Unstable dice loss

skyunyoo · February 28, 2019, 6:29am

I am using U-Net for 1channel CT-scan images segmentation.
I don’t know why the training results are strange, so I ask questions.
My dice loss values are as follows.

Epoch 243/249
----------
train Loss: 0.021468 Dice Loss: 0.150230
valid Loss: 0.022236 Dice Loss: 0.104385

Epoch 244/249
----------
train Loss: 0.021527 Dice Loss: 0.110970
valid Loss: 0.022248 Dice Loss: 0.302684

Epoch 245/249
----------
train Loss: 0.021491 Dice Loss: 0.270226
valid Loss: 0.021186 Dice Loss: 0.204749

Epoch 246/249
----------
train Loss: 0.021418 Dice Loss: 0.271920
valid Loss: 0.021641 Dice Loss: 0.595716

Epoch 247/249
----------
train Loss: 0.021435 Dice Loss: 0.463512
valid Loss: 0.021218 Dice Loss: 0.306951

Epoch 248/249
----------
train Loss: 0.021401 Dice Loss: 0.117345
valid Loss: 0.021995 Dice Loss: 0.174188

Epoch 249/249
----------
train Loss: 0.021491 Dice Loss: 0.000062
valid Loss: 0.021817 Dice Loss: 0.369243

And the functions and training loops that I used are as follows.
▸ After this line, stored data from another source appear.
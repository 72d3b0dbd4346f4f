"""The record tab in a real headless Chromium: surveys drawn as points, the plan in
force named, an upload of actuals recorded (and a bad one refused with the place named)."""

from __future__ import annotations

import datetime as dt
import logging
import os
import threading

import pytest

from reagentplan.dashboard.testing import CHROMEDRIVER, CHROMIUM, chromium_driver

if not (os.path.exists(CHROMIUM) and os.path.exists(CHROMEDRIVER)):
    pytest.skip(f"no Chromium at {CHROMIUM} or chromedriver at {CHROMEDRIVER} (Debian packages "
                "'chromium', 'chromium-driver')", allow_module_level=True)
pytest.importorskip("selenium.webdriver")

from selenium.webdriver.common.by import By  # noqa: E402
from selenium.webdriver.support.ui import WebDriverWait  # noqa: E402

from reagentplan.cli import main  # noqa: E402

from helpers import START  # noqa: E402
from record_data import record_sheets, scenario_path, write_record  # noqa: E402

pytestmark = pytest.mark.slow
AS_OF = START - dt.timedelta(days=1)


def wait(driver, condition, what: str, timeout: float = 60):
    return WebDriverWait(driver, timeout, poll_frequency=0.1).until(
        lambda d: condition(d), message=f"timed out waiting for {what}")


def test_record_tab_in_chromium(tmp_path):
    from werkzeug.serving import make_server

    from reagentplan.dashboard.app import create_app

    url = f"sqlite:///{tmp_path / 'r.db'}"
    wb = scenario_path(tmp_path)
    assert main(["db", "upgrade", "--db", url]) == 0
    assert main(["record", str(write_record(record_sheets(), tmp_path / "w.xlsx")), "--db", url,
                 "--scenario", str(wb), "--as-of", f"{AS_OF}"]) == 0
    assert main(["plan", str(wb), "--db", url, "--as-of", f"{AS_OF}", "--out", str(tmp_path / "p"),
                 "--futures", "0"]) in (0, 1)
    app = create_app(str(wb), db=url, futures=0, time_limit=20, work_dir=tmp_path / "app")
    logging.getLogger("werkzeug").setLevel(logging.ERROR)
    srv = make_server("127.0.0.1", 0, app.server, threaded=True)
    thread = threading.Thread(target=srv.serve_forever, daemon=True)
    thread.start()
    driver = chromium_driver(tmp_path / "profile")
    try:
        driver.get(f"http://127.0.0.1:{srv.server_port}/")
        wait(driver, lambda d: d.find_elements(By.ID, "tab-record"), "the record tab")
        driver.find_element(By.ID, "tab-record").click()
        wait(driver, lambda d: d.execute_script(
            "const g = document.getElementById('record-store-limestone');"
            "return g && g.querySelectorAll('.scatterlayer .point').length > 0;"), "the survey point")
        assert "Plan version 1 in force" in driver.find_element(By.ID, "record-plan-in-force").text
        good = tmp_path / "up" / "stock_surveys.csv"
        good.parent.mkdir()
        good.write_text(f"date,store,level_t\n{AS_OF},gypsum,1300\n", encoding="utf-8")
        field = driver.find_element(By.CSS_SELECTOR, "#record-upload input[type=file]")
        field.send_keys(str(good))
        wait(driver, lambda d: "1 added" in d.find_element(By.ID, "record-upload-message").text,
             "the upload recorded")
        bad = tmp_path / "up2" / "arrivals.csv"
        bad.parent.mkdir()
        bad.write_text(f"date,supplier,loads,tonnes,ticket\n{AS_OF},Quarry W,1,990,X1\n", encoding="utf-8")
        field = driver.find_element(By.CSS_SELECTOR, "#record-upload input[type=file]")
        field.send_keys(str(bad))
        wait(driver, lambda d: "did you mean" in d.find_element(By.ID, "record-upload-message").text,
             "the bad upload refused")
        assert "row 2" in driver.find_element(By.ID, "record-upload-message").text
        driver.save_screenshot(str(tmp_path / "record_tab.png"))
    finally:
        driver.quit()
        srv.shutdown()
        thread.join(10)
def dice_loss(inputs,target):
    inter = (inputs * target).sum(-1).sum(-1)
    union = inputs.sum(-1).sum(-1) + target.sum(-1).sum(-1)
    result = (2 * inter / union).mean()
    return result

def normalize(x):
    return x / 255.0

criterion = nn.BCELoss()
def fit(epoch,model,data_loader,phase='train',volatile=False):
    if phase == 'train':
        exp_lr_scheduler.step()
        model.train()
    if phase == 'valid':
        model.eval()
        volatile=True
    running_loss = 0.0

    for batch_idx , (data,target) in enumerate(data_loader):
        inputs,target = data.cpu(),target.cpu()
        if is_cuda:
            inputs,target = data.cuda(),target.cuda()
        inputs , target = Variable(inputs,volatile),Variable(target)
        inputs, target = normalize(inputs),normalize(target)
        if phase == 'train':
            optimizer.zero_grad()
            
        output = model(inputs)
        output = torch.sigmoid(output)
        loss = criterion(output,target)  
        running_loss += loss.data.item()
        if phase == 'train':
            loss.backward()
            optimizer.step()
            
        dice = dice_loss(output,target)
    loss = running_loss/len(data_loader.dataset)
    
    print('{} Loss: {:.6f} Dice Loss: {:.6f}'.format(
                phase, loss, dice))
    return loss

The BCELoss value used for the criterion is output stable, but I don’t know why the dice loss value increases or decreases to almost zero.

For this matter, I thought it was a data distribution (because it contained some data with only a black background without a masked area - The goal is segment the liver, but data also contains images of areas without liver.) or a normalize problem, but I could not find a clear answer.